* **Exercise aim**
Lines to return, exactly: from the line with "a, b = x[inside], y[inside]" to the line with "assert found.n_no_variation == 0" in the entries below, both included.

Collected data entries:
○ ○ ○ ○

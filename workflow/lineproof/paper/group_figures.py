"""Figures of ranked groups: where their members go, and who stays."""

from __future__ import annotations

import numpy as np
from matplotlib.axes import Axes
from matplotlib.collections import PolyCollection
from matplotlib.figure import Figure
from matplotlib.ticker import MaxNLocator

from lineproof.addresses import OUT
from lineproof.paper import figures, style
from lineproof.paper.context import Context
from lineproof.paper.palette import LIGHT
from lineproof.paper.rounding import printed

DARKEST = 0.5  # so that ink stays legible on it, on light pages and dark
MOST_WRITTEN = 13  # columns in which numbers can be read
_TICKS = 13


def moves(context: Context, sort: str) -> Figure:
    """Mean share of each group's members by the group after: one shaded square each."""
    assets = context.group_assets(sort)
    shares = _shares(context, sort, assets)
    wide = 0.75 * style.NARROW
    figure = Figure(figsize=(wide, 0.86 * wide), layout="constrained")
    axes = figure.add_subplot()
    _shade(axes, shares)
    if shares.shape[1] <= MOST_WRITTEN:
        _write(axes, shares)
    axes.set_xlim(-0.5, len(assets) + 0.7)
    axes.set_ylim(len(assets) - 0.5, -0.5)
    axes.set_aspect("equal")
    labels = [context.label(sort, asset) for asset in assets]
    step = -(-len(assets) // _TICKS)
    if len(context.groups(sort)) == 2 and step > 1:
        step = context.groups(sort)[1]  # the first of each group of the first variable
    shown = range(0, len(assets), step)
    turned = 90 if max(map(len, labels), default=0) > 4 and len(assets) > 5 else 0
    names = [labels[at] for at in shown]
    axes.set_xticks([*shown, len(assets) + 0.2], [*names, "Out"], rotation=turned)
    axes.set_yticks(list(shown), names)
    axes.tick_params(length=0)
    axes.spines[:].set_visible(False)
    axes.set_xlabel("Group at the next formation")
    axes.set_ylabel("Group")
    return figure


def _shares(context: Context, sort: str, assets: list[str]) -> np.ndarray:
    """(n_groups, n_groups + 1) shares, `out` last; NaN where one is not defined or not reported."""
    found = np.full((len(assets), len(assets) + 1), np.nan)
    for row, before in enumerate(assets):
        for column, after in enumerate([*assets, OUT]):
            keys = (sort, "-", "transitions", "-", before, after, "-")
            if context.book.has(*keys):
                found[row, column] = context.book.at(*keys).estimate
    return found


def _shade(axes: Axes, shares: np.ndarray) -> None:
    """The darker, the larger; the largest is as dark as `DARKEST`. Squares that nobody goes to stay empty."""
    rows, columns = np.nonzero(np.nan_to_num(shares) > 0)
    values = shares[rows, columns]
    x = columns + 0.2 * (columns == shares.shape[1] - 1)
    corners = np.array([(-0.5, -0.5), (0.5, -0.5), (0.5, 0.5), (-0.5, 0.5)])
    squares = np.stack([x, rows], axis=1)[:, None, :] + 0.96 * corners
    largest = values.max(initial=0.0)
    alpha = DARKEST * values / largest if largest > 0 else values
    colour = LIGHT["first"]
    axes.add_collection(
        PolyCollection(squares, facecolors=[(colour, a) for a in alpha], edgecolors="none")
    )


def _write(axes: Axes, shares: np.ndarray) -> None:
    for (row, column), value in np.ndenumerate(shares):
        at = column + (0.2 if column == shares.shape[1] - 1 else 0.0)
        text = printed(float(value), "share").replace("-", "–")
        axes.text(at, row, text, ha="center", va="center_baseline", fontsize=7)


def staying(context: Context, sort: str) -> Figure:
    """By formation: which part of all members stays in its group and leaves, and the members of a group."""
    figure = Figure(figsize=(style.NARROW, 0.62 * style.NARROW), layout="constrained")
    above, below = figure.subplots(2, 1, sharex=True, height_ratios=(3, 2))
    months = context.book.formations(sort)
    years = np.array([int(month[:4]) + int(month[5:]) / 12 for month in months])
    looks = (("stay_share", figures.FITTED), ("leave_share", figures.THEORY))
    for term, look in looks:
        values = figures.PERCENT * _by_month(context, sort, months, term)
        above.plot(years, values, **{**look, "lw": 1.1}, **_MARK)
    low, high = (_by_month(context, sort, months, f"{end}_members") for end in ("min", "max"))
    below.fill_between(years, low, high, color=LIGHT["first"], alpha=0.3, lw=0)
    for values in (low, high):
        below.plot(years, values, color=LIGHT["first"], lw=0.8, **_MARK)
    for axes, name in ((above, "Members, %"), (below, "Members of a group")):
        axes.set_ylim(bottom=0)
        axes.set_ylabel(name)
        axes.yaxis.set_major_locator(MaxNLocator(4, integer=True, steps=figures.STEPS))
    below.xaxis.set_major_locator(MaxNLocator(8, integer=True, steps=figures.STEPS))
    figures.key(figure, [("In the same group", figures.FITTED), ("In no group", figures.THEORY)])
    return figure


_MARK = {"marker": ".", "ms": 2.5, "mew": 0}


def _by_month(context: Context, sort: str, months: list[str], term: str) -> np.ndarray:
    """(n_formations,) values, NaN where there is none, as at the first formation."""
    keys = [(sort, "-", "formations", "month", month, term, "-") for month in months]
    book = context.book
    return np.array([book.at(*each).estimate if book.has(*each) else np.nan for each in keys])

○ ○ ○ ○

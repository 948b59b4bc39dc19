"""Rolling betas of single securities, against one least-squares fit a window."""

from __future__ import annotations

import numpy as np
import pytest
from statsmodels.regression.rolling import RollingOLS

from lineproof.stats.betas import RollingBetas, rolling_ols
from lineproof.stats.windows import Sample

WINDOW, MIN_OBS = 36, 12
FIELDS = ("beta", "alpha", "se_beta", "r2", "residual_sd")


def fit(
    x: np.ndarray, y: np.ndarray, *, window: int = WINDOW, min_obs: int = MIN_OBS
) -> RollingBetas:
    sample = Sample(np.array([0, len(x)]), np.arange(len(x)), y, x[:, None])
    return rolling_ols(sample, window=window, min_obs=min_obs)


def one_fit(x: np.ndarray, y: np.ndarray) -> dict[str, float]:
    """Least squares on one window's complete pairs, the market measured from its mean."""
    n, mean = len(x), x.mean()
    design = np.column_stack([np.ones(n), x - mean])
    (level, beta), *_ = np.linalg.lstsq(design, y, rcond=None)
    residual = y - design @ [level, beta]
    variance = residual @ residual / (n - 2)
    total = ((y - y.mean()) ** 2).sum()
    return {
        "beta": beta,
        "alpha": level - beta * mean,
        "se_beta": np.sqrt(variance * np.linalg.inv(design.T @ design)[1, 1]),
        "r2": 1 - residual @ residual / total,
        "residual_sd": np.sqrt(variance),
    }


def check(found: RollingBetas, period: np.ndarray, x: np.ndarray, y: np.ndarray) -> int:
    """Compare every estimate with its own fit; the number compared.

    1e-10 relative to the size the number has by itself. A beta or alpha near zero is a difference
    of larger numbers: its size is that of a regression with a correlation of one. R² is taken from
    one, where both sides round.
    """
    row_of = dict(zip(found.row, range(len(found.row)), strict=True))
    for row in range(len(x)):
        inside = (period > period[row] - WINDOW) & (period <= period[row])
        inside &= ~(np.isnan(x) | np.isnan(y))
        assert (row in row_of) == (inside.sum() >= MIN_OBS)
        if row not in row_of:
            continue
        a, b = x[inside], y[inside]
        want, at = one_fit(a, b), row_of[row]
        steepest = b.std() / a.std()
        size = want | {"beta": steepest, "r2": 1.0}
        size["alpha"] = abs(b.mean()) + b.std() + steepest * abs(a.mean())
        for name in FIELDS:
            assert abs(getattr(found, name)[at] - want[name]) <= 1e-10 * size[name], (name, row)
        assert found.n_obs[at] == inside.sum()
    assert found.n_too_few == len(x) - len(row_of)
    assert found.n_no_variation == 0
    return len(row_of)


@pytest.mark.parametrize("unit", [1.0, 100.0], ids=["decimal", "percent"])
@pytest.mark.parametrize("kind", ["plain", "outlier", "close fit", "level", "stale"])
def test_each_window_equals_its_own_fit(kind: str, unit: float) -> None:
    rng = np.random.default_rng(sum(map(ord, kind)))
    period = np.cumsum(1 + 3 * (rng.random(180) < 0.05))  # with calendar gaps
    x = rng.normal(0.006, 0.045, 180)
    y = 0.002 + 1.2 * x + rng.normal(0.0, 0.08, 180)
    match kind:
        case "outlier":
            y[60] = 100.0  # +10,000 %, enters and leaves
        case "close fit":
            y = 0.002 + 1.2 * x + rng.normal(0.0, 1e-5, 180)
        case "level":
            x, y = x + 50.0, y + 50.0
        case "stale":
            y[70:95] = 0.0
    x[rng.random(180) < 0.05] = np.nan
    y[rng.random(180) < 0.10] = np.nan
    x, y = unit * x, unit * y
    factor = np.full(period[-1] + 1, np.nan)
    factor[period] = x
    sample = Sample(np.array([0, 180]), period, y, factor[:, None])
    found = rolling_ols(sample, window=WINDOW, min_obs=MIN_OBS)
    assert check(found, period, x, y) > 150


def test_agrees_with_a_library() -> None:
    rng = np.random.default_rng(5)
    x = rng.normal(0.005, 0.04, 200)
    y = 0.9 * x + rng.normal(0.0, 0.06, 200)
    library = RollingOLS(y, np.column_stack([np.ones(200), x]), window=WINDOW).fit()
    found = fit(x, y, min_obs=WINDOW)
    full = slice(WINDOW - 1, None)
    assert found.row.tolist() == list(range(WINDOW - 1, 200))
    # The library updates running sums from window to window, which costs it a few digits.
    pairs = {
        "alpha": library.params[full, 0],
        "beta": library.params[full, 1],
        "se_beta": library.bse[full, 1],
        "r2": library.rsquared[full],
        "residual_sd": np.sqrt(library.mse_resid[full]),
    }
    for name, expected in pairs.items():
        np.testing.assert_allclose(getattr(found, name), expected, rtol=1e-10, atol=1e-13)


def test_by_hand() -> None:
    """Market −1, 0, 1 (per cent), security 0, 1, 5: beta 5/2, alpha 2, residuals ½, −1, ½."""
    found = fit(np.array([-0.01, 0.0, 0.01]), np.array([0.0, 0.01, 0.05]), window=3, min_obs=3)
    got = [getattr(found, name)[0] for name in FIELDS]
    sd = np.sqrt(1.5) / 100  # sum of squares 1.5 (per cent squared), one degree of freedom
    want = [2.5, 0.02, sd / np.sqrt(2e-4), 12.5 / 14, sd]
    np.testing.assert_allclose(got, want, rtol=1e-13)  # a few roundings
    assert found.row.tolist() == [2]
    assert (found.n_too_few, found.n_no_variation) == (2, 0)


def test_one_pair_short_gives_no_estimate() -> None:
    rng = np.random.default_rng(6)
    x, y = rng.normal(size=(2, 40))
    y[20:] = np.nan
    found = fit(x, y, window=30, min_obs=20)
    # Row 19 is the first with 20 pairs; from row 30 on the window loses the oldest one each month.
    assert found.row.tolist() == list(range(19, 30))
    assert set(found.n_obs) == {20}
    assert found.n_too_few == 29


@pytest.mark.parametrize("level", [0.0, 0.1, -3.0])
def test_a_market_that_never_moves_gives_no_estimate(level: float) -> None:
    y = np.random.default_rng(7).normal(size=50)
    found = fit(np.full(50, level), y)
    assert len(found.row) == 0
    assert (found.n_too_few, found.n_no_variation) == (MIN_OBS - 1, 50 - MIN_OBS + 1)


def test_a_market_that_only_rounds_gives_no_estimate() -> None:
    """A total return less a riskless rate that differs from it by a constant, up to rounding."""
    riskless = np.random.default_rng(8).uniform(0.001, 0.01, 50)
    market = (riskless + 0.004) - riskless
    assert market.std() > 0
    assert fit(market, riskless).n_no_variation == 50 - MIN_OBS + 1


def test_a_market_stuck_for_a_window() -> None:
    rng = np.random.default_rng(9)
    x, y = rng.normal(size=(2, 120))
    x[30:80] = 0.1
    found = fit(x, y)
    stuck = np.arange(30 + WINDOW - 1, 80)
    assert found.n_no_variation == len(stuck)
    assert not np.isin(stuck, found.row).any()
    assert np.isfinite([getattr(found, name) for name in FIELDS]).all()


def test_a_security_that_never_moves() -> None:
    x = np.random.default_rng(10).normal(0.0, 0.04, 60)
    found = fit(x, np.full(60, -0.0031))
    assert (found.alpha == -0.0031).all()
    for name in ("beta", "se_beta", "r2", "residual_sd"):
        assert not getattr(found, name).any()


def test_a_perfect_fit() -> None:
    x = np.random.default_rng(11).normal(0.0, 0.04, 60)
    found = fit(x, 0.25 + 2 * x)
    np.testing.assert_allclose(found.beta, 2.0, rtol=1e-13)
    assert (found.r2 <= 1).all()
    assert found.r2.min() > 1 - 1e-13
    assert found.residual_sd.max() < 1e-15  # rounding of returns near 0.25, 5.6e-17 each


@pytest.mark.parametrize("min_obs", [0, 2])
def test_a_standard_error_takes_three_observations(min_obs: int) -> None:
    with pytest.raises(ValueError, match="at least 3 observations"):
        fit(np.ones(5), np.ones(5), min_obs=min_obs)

○ ○ ○ ○

* **Output for this task**
        a, b = x[inside], y[inside]
        want, at = one_fit(a, b), row_of[row]
        steepest = b.std() / a.std()
        size = want | {"beta": steepest, "r2": 1.0}
        size["alpha"] = abs(b.mean()) + b.std() + steepest * abs(a.mean())
        for name in FIELDS:
            assert abs(getattr(found, name)[at] - want[name]) <= 1e-10 * size[name], (name, row)
        assert found.n_obs[at] == inside.sum()
    assert found.n_too_few == len(x) - len(row_of)
    assert found.n_no_variation == 0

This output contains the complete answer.